Bastion Security, 2024

14 microservices on ECS with manually maintained task definitions. Deployments took 18 minutes, rollbacks required SSH, and infrastructure costs had grown 40% YoY without matching traffic growth. I wrote Helm charts for all 14 services with standardized health checks, resource limits, and auto-scaling.

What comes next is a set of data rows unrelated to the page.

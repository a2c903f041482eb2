//! `data/checkpoints/`: for each point the exact states of its chains after some of their blocks, from which
//! blocks can be drawn again.

use super::columnar::{Cells, Column, Kind, Table, Writer};
use crate::course::{Phase, State};
use crate::engine::{Reader, Stood};
use std::collections::BTreeMap;
use std::io;
use std::path::Path;

/// Bytes of a group of rows, about.
const GROUP: usize = 1 << 22;
/// Room beside that and the last state in it: the lengths of the cells, and a state larger than was estimated.
const ROOM: usize = 1 << 20;

/// Where the checkpoints of a point (from 0) lie in a record.
pub fn name(point: usize) -> String {
    format!("data/checkpoints/point-{}.parquet", point + 1)
}

fn columns() -> Vec<Column> {
    [
        ("chain", Kind::Short),
        ("block", Kind::Long),
        ("frozen_here", Kind::Short),
        ("frozen", Kind::Bytes),
        ("moving", Kind::Bytes),
    ]
    .map(|(name, kind)| (name.to_owned(), kind))
    .to_vec()
}

/// The blocks (from 1) after which the states of every chain are kept: every 1st, 2nd, 4th … of each phase,
/// as many as `bound` bytes hold, and in any case the last of each phase. `blocks` has the phase of each block, and
/// whether the states after it are at hand.
pub fn kept(blocks: &[(Phase, bool)], state: usize, chains: usize, bound: u64) -> Vec<u64> {
    let phases: Vec<Phase> = blocks.iter().map(|(phase, _)| *phase).collect();
    let at_hand = |at: usize| blocks[at].1;
    let last_of = |at: usize| phases.get(at + 1) != Some(&phases[at]);
    let burn_in = phases
        .iter()
        .take_while(|phase| **phase == Phase::BurnIn)
        .count();
    let within = |at: usize| {
        if at < burn_in {
            at + 1
        } else {
            at + 1 - burn_in
        }
    };
    let chosen = |stride: usize| -> Vec<u64> {
        let blocks = 0..phases.len();
        let blocks =
            blocks.filter(|&at| (within(at).is_multiple_of(stride) && at_hand(at)) || last_of(at));
        blocks.map(|at| at as u64 + 1).collect()
    };
    let mut stride = 1;
    loop {
        let blocks = chosen(stride);
        let bytes = (blocks.len() as u64) * (chains as u64) * (state as u64);
        if bytes <= bound || stride >= phases.len() {
            return blocks;
        }
        stride *= 2;
    }
}

/// Writes the states after the blocks `kept`, of every chain of a point.
pub fn write(
    path: &Path,
    chains: &[Vec<Stood>],
    kept: &[u64],
    reader: &dyn Reader,
) -> io::Result<()> {
    let mut writer = Writer::create(path, &columns())?;
    let mut rows: Vec<(i32, i64, bool, State)> = Vec::new();
    let mut bytes = 0;
    let mut flush = |rows: &mut Vec<(i32, i64, bool, State)>| {
        let done = writer.group(|column| {
            Ok(match column {
                0 => Cells::Short(rows.iter().map(|row| row.0).collect()),
                1 => Cells::Long(rows.iter().map(|row| row.1).collect()),
                2 => Cells::Short(rows.iter().map(|row| row.2.into()).collect()),
                3 => Cells::Bytes(rows.iter().map(|row| row.3.frozen.clone()).collect()),
                _ => Cells::Bytes(rows.iter().map(|row| row.3.moving.clone()).collect()),
            })
        });
        rows.clear();
        done
    };
    for (chain, blocks) in chains.iter().enumerate() {
        let mut frozen = None;
        for &block in kept {
            let stood = &blocks[block as usize - 1];
            let mut state = reader.state(stood).map_err(io::Error::other)?;
            let here = frozen != Some(stood.state_hash.frozen);
            frozen = Some(stood.state_hash.frozen);
            if !here {
                state.frozen = Vec::new();
            }
            bytes += state.frozen.len() + state.moving.len();
            let chain = i32::try_from(chain + 1).map_err(io::Error::other)?;
            rows.push((chain, block as i64, here, state));
            if bytes > GROUP {
                flush(&mut rows)?;
                bytes = 0;
            }
        }
    }
    if !rows.is_empty() {
        flush(&mut rows)?;
    }
    writer.finish()
}

/// The parts of the state that was read last, so that states read in order are unpacked once a group.
#[derive(Default)]
pub struct Cursor {
    moving: Option<(usize, Vec<Vec<u8>>)>,
    frozen: Option<((usize, usize), Vec<u8>)>,
}

/// Where a checkpoint stands in its file.
#[derive(Debug, Clone, Copy)]
struct Seat {
    group: usize,
    row: usize,
    /// Where the frozen part stands.
    frozen: (usize, usize),
}

/// The checkpoints of a point in a sealed record.
pub struct Checkpoints {
    table: Table,
    /// By chain and block.
    seats: BTreeMap<(usize, u64), Seat>,
}

impl Checkpoints {
    /// Opens the file, which may hold at most so many states, of about `size` bytes each.
    pub fn open(path: &Path, most: u64, size: usize) -> Result<Checkpoints, String> {
        let largest = (GROUP + ROOM) as u64 + 4 * size as u64;
        let table = Table::open(path, &columns())?.within(largest);
        let rows: u64 = (0..table.groups())
            .map(|group| table.rows(group) as u64)
            .sum();
        if rows > most {
            return Err(format!(
                "it has {rows} states, and the trail has only {most}"
            ));
        }
        let mut seats = BTreeMap::new();
        let mut frozen: BTreeMap<i32, (usize, usize)> = BTreeMap::new();
        for group in 0..table.groups() {
            let cells = [0, 1, 2].map(|column| table.cells(group, column));
            let [
                Ok(Cells::Short(chains)),
                Ok(Cells::Long(blocks)),
                Ok(Cells::Short(here)),
            ] = cells
            else {
                return Err("its first columns cannot be read".into());
            };
            for row in 0..chains.len() {
                if here[row] == 1 {
                    frozen.insert(chains[row], (group, row));
                }
                let (Some(&frozen), 1.., 1..) =
                    (frozen.get(&chains[row]), chains[row], blocks[row])
                else {
                    return Err(format!(
                        "state {} of group {} is impossible",
                        row + 1,
                        group + 1
                    ));
                };
                let key = (chains[row] as usize - 1, blocks[row] as u64);
                seats.insert(key, Seat { group, row, frozen });
            }
        }
        Ok(Checkpoints { table, seats })
    }

    /// The blocks of a chain after which its state is kept, rising.
    pub fn blocks(&self, chain: usize) -> impl Iterator<Item = u64> + '_ {
        let all = self.seats.range((chain, 0)..(chain + 1, 0));
        all.map(|((_, block), _)| *block)
    }

    /// The state of a chain after a block; `None` where it is not kept.
    pub fn state(&self, chain: usize, block: u64) -> Result<Option<State>, String> {
        self.next_state(chain, block, &mut Cursor::default())
    }

    /// [`Checkpoints::state`] of one block after another.
    pub fn next_state(
        &self,
        chain: usize,
        block: u64,
        cursor: &mut Cursor,
    ) -> Result<Option<State>, String> {
        let Some(seat) = self.seats.get(&(chain, block)) else {
            return Ok(None);
        };
        let moving = match cursor.moving.take() {
            Some((group, cells)) if group == seat.group => cells,
            _ => self.bytes(seat.group, 4)?,
        };
        let frozen = match cursor.frozen.take() {
            Some((place, frozen)) if place == seat.frozen => frozen,
            _ => std::mem::take(&mut self.bytes(seat.frozen.0, 3)?[seat.frozen.1]),
        };
        let state = State {
            frozen: frozen.clone(),
            moving: moving[seat.row].clone(),
        };
        cursor.moving = Some((seat.group, moving));
        cursor.frozen = Some((seat.frozen, frozen));
        Ok(Some(state))
    }

    fn bytes(&self, group: usize, column: usize) -> Result<Vec<Vec<u8>>, String> {
        match self.table.cells(group, column)? {
            Cells::Bytes(cells) => Ok(cells),
            _ => Err("a state is not bytes".into()),
        }
    }
}

#[cfg(test)]
mod tests {
    use super::*;

    #[test]
    fn checkpoints_are_thinned_to_the_bound() {
        use Phase::{BurnIn, Draws};
        let mut phases = [[(BurnIn, true); 5], [(Draws, true); 5]].concat();
        let all: Vec<u64> = (1..=10).collect();
        assert_eq!(kept(&phases, 10, 2, 200), all);
        assert_eq!(kept(&phases, 10, 2, 199), [2, 4, 5, 7, 9, 10]);
        assert_eq!(kept(&phases, 10, 2, 80), [4, 5, 9, 10]);
        assert_eq!(kept(&phases, 1000, 2, 1), [5, 10]);
        assert!(kept(&[], 1000, 2, 1).is_empty());
        for at in [0, 1, 7] {
            phases[at].1 = false;
        }
        assert_eq!(kept(&phases, 10, 2, 200), [3, 4, 5, 6, 7, 9, 10]);
    }
}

Built a GitOps pipeline with ArgoCD for declarative deployments. Migrated in 4 waves over 6 weeks, starting with the lowest-risk internal services. Ran hands-on workshops so every engineer could deploy and debug independently.

Deploy time

4 min

was 18 min

Cost savings

31%

$14K/month

Kubernetes Helm ArgoCD EKS

ML Model Serving Layer

Tensor Cloud, 2021-2022

Tensor Cloud's inference layer was a prototype Flask service. At 400 req/sec, response times exceeded 500ms and GPU utilization was below 35% because requests queued sequentially.

I designed a two-tier architecture: a Go request router handling connection management and batching, fronting Python inference workers with shared GPU memory pools. Adaptive batching groups requests by model version. An LRU response cache with TTL hits 23% of requests, giving free headroom. Health-based routing avoids workers mid-model-load.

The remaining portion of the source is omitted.